Looking at the records below, say how many lines include "primary", and add nothing else.

BEGIN

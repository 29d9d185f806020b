"""Reading: from the HDUs of a file to an `OIFile`, naming whatever departs from the standard."""

from collections.abc import Collection
from dataclasses import replace
from pathlib import Path

import numpy as np

from ..errors import InputError
from ..problems import Log
from . import amending, checksum, links
from .bintable import CARDS, BinTable, Field, Malformed
from .blocks import HDU, read_hdus
from .model import KINDS, Array, DataTable, OIFile, OtherHDU, Target
from .schema import (
    DTYPES,
    FLUX_ONLY,
    NWAVE,
    OPEN,
    Column,
    ExtraColumn,
    Keyword,
    Table,
    attribute,
    columns,
    keywords,
)
from .units import factor

STRUCTURAL = {
    "XTENSION", "SIMPLE", "BITPIX", "NAXIS", "NAXIS1", "NAXIS2", "PCOUNT", "GCOUNT", "TFIELDS",
    "THEAP", "EXTNAME", "EXTVER", "EXTEND", "OI_REVN", "CHECKSUM", "DATASUM", "END", "",
}  # fmt: skip
COMPATIBLE = {
    "L": "LBIJ", "I": "IJBK", "J": "IJBK", "E": "EDIJBK", "D": "EDIJBK", "C": "CM", "A": "A",
}  # fmt: skip
"""Which forms of the file can stand for a form of the standard."""
NO_ID = np.iinfo(np.int16).min
"""Stands for an id that is NULL: no target, station or datum has a number so low."""
NUMBERED = {Target: "TARGET_ID", Array: "STA_INDEX"}
"""Where ids are given to what others refer to."""
ALIASES = {"FLUX": "FLUXDATA"}
"""Columns that pipelines still write as drafts of version 2 called them."""


def load(path: str | Path) -> OIFile:
    """Read an OIFITS file, version 1 or 2, plain or gzipped.

    What departs from the standard is listed in `OIFile.problems`; what cannot be used is left
    out and listed too.

    Raises
    ------
    InputError
        If the file is missing, not FITS, cut short, or has no usable OIFITS data.
    """
    path = Path(path)
    log = Log(str(path))
    tables: list[Table] = []
    others: list[OtherHDU] = []
    primary: HDU | None = None
    foreign = True
    for hdu in read_hdus(path):
        _damage(hdu, log)
        if hdu.number == 0:
            primary = hdu
            if hdu.data:
                log.note("", "the primary HDU has data of its own", "they are ignored")
            continue
        kind = KINDS.get(hdu.name)
        if kind is None:
            others.append(OtherHDU(hdu.name, hdu.raw))
            continue
        foreign = False
        try:
            tables.append(_table(kind, hdu, log))
        except Malformed as fault:
            log.unusable(hdu.label, str(fault), "the table is left out")
    if primary is None or foreign:
        raise InputError(f"{path}: FITS, but not OIFITS: it has no OI_ table")
    file = links.assemble(path, primary.header, tables, others, log)
    amending.amend(file, log)
    return file


def _damage(hdu: HDU, log: Log) -> None:
    """Say what in an HDU does not look as it was written."""
    contradicted = checksum.verify(hdu)
    if contradicted:
        log.suspicious(
            hdu.label,
            f"keyword {contradicted} does not agree with the contents",
            "read all the same; the file was changed by hand or damaged",
        )
    garbled = hdu.header.illegible
    if garbled:
        log.note(hdu.label, f"{garbled} cards of the header cannot be read", "ignored")


def _table(kind: type[Table], hdu: HDU, log: Log) -> Table:
    """A table with the columns that the standard knows, and the others as they are."""
    label = hdu.label
    content = BinTable(hdu)
    found, extra = _sorted_out(kind, content, label, log)
    values: dict[str, object] = {}
    units: dict[str, str] = {}
    for column in columns(kind):
        if column.name not in found:
            _missing(column, label, log)
            continue
        if column.unit == FLUX_ONLY:
            flux = hdu.header.text("AMPTYP").lower() == "correlated flux"
            column = replace(column, unit=OPEN if flux else "")
        field = found[column.name]
        try:
            values[attribute(column.name)] = _values(content, field, column, label, log)
        except Malformed as fault:
            # Without its flags, a table would offer data that its author calls bad.
            if column.name == "FLAG" or (not column.optional and column.fill is None):
                raise
            log.unusable(label, str(fault), "the column is left out")
            continue
        if column.unit == OPEN:
            units[column.name] = field.unit
    values |= _keywords(kind, hdu, found, label, log)
    try:
        table = kind(
            **values,
            units=units,
            extra=extra,
            heap=content.heap,
            cards=_cards(kind, hdu),
            file=log.file,
            hdu=hdu.number,
            revn=_revision(hdu),
        )
    except ValueError as fault:
        raise Malformed(str(fault).removeprefix(f"{kind.extname}: ")) from fault
    return _with_ids(table, NUMBERED[kind], log) if kind in NUMBERED else table


def _with_ids(table: Table, column: str, log: Log) -> Table:
    """The rows of a table that its ids tell apart: those that have one."""
    none = table[column] == NO_ID
    if not none.any():
        return table
    what = f"column {column} is NULL in {np.count_nonzero(none)} rows"
    log.unusable(table.label, what, "these rows are left out")
    return table.select(~none)


def _sorted_out(
    kind: type[Table], content: BinTable, label: str, log: Log
) -> tuple[dict[str, Field], dict[str, ExtraColumn]]:
    """The columns of the standard by name, and copies of those that it does not know."""
    known = {column.name for column in columns(kind)}
    given = {field.name.upper() for field in content.fields}
    found: dict[str, Field] = {}
    extra: dict[str, ExtraColumn] = {}
    for field in content.fields:
        name = field.name.upper()
        meant = ALIASES.get(name)
        if meant in known and meant not in given:
            log.note(label, f"column {name} is not in the standard", f"taken as {meant}")
            name = meant
        if name in known and name not in found:
            found[name] = field
        else:
            name = field.name if field.name not in extra else f"{field.name} {len(extra)}"
            extra[name] = ExtraColumn(field.cards, np.array(content.raw(field)))
    return _with_units_of_errors(kind, found), extra


def _with_units_of_errors(kind: type[Table], found: dict[str, Field]) -> dict[str, Field]:
    """The same columns; errors that state no unit have that of what they are the errors of."""
    same = dict(found)
    fixed = {column.name for column in columns(kind) if column.unit != OPEN}
    for value, error, _ in kind.quantities if issubclass(kind, DataTable) else ():
        if error in found and value in found and error in fixed and not found[error].unit:
            same[error] = replace(found[error], unit=found[value].unit)
    return same


def _values(content: BinTable, field: Field, column: Column, label: str, log: Log) -> np.ndarray:
    """The values of a column in the type, shape and unit of the standard."""
    name = column.name
    if field.code not in COMPATIBLE[column.code]:
        raise Malformed(f"column {name} has the form {field.cards['TFORM']!r}, not {column.code}")
    values = content.values(field)
    if column.code == "A":
        return _texts(values)
    nulls = content.nulls(field)
    if column.code == "L":
        values = _logical(values, nulls, field, label, log)
    else:
        values = _without_nulls(values, nulls, column, label, log)
    values = _shaped(values, column)
    if column.code == "E" and field.code == "D":
        log.note(label, f"column {name} is in double precision", "rounded to single precision")
    with np.errstate(over="ignore"):
        values = values.astype(DTYPES[column.code], copy=column.code != "L")
    return _in_unit_of_standard(values, field.unit, column, label, log)


def _without_nulls(
    values: np.ndarray, nulls: np.ndarray | None, column: Column, label: str, log: Log
) -> np.ndarray:
    """Numbers, with NaN where the file has none, and `NO_ID` in columns of ids."""
    whole = column.code in "IJ"
    if nulls is not None:
        log.note(
            label,
            f"column {column.name}: {np.count_nonzero(nulls)} values are NULL",
            "taken as unknown ids" if whole else "taken as NaN: not measured",
        )
        real = not whole or values.dtype.kind == "f"  # ids that are scaled can be any numbers
        values = values.astype(np.float64 if real else np.int64)
        values[nulls] = NO_ID if whole else np.nan
    if whole and values.dtype.itemsize == 8 and values.size:
        limit = np.iinfo(np.int32)
        if not (values.min() >= limit.min and values.max() <= limit.max):  # NaN is neither
            raise Malformed(f"column {column.name} has numbers beyond 32 bits")
    return values


def _in_unit_of_standard(
    values: np.ndarray, unit: str, column: Column, label: str, log: Log
) -> np.ndarray:
    """`values`, which the file states in `unit`, in the unit of the standard."""
    name = column.name
    if column.unit == OPEN or (not column.unit and column.code not in "ED"):
        return values
    scale = factor(column.unit, unit)
    if scale is None and column.unit == "m" and column.fill is None:
        raise Malformed(f"column {name} has the unit {unit!r}, which is no length: convert it to m")
    if scale is None:
        meant = column.unit or "plain numbers"
        log.suspicious(
            label, f"column {name} has the unit {unit!r}", f"its numbers are taken as {meant}"
        )
    elif scale != 1.0:
        values *= values.dtype.type(scale)
        meant = column.unit or "plain numbers"
        log.note(label, f"column {name} is in {unit}", f"converted to {meant}")
    return values


def _logical(
    stored: np.ndarray, nulls: np.ndarray | None, field: Field, label: str, log: Log
) -> np.ndarray:
    """Truth of the bytes T and F; others are undefined, which in a FLAG means not to be used.

    In a column of numbers, as some write it, 0 stands for false.
    """
    name = field.name
    if field.code != "L":
        log.note(label, f"column {name} holds numbers", "0 taken as false, others as true")
        return (stored != 0) | (False if nulls is None else nulls)
    true = stored != ord("F")
    undefined = np.count_nonzero(true) - np.count_nonzero(stored == ord("T"))
    if undefined:
        what = f"column {name}: {undefined} values are undefined, neither true nor false"
        if name.upper() == "FLAG":
            log.unusable(label, what, "these data are left out")
        else:
            log.note(label, what, "taken as true")
    return true


def _shaped(values: np.ndarray, column: Column) -> np.ndarray:
    nrow, repeat = values.shape
    if NWAVE not in column.shape:
        wanted = int(np.prod(column.shape, dtype=int))
        if repeat != wanted:
            raise Malformed(f"column {column.name} has {repeat} values a row, not {wanted}")
        return values.reshape(nrow, *column.shape)
    if len(column.shape) == 2:
        side = round(repeat**0.5)
        if side * side != repeat:
            raise Malformed(f"column {column.name} has {repeat} values a row, which is no square")
        return values.reshape(nrow, side, side)
    return values


def _texts(values: np.ndarray) -> np.ndarray:
    """Text without the blanks and NULs that pad it."""
    cells = [v.split(b"\0")[0].decode("latin-1").strip() for v in values.tolist()]
    return np.array(cells, dtype=str) if cells else np.empty(0, dtype="U1")


def _missing(column: Column, label: str, log: Log) -> None:
    if column.optional or column.since == 2:
        return
    if column.fill is None:
        raise Malformed(f"column {column.name} is missing")
    log.suspicious(label, f"column {column.name} is missing", f"taken as {column.fill}")


def _keywords(
    kind: type[Table], hdu: HDU, given: Collection[str], label: str, log: Log
) -> dict[str, object]:
    values: dict[str, object] = {}
    for keyword in keywords(kind):
        value = _keyword(keyword, hdu, label, log)
        if value is not None:
            values[attribute(keyword.name)] = value
        elif keyword.compulsory and keyword.fill is None:
            if keyword.name == "DATE-OBS":
                log.note(label, "keyword DATE-OBS is missing", "not needed: MJD is used")
                values["date_obs"] = ""
            elif keyword.name == "CALSTAT":
                values["calstat"] = "U" if "STA_INDEX" in given else "C"
                log.note(
                    label,
                    "keyword CALSTAT is missing",
                    f"taken as {values['calstat']}, as there are "
                    f"{'' if values['calstat'] == 'U' else 'no '}stations",
                )
            else:
                raise Malformed(f"keyword {keyword.name} is missing")
    return values


def _keyword(keyword: Keyword, hdu: HDU, label: str, log: Log) -> object | None:
    value = hdu.header.get(keyword.name)
    if value is None:
        return None
    if keyword.kind is str:
        return hdu.header.text(keyword.name)
    if isinstance(value, bool) or not isinstance(value, int | float) or not np.isfinite(value):
        log.suspicious(label, f"keyword {keyword.name} is {value!r}, not a number", "ignored")
        return None
    return keyword.kind(value)


def _revision(hdu: HDU) -> int | None:
    value = hdu.header.get("OI_REVN")
    return value if isinstance(value, int) and not isinstance(value, bool) else None


def _cards(kind: type[Table], hdu: HDU) -> list[tuple[str, object, str]]:
    """Header cards that neither FITS nor the standard gives a meaning here."""
    skip = STRUCTURAL | {keyword.name for keyword in keywords(kind)}
    return [
        entry
        for entry in hdu.header.cards
        if entry[0] not in skip and entry[0].rstrip("0123456789") not in CARDS
    ]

END

• TASK RESPONSE:
5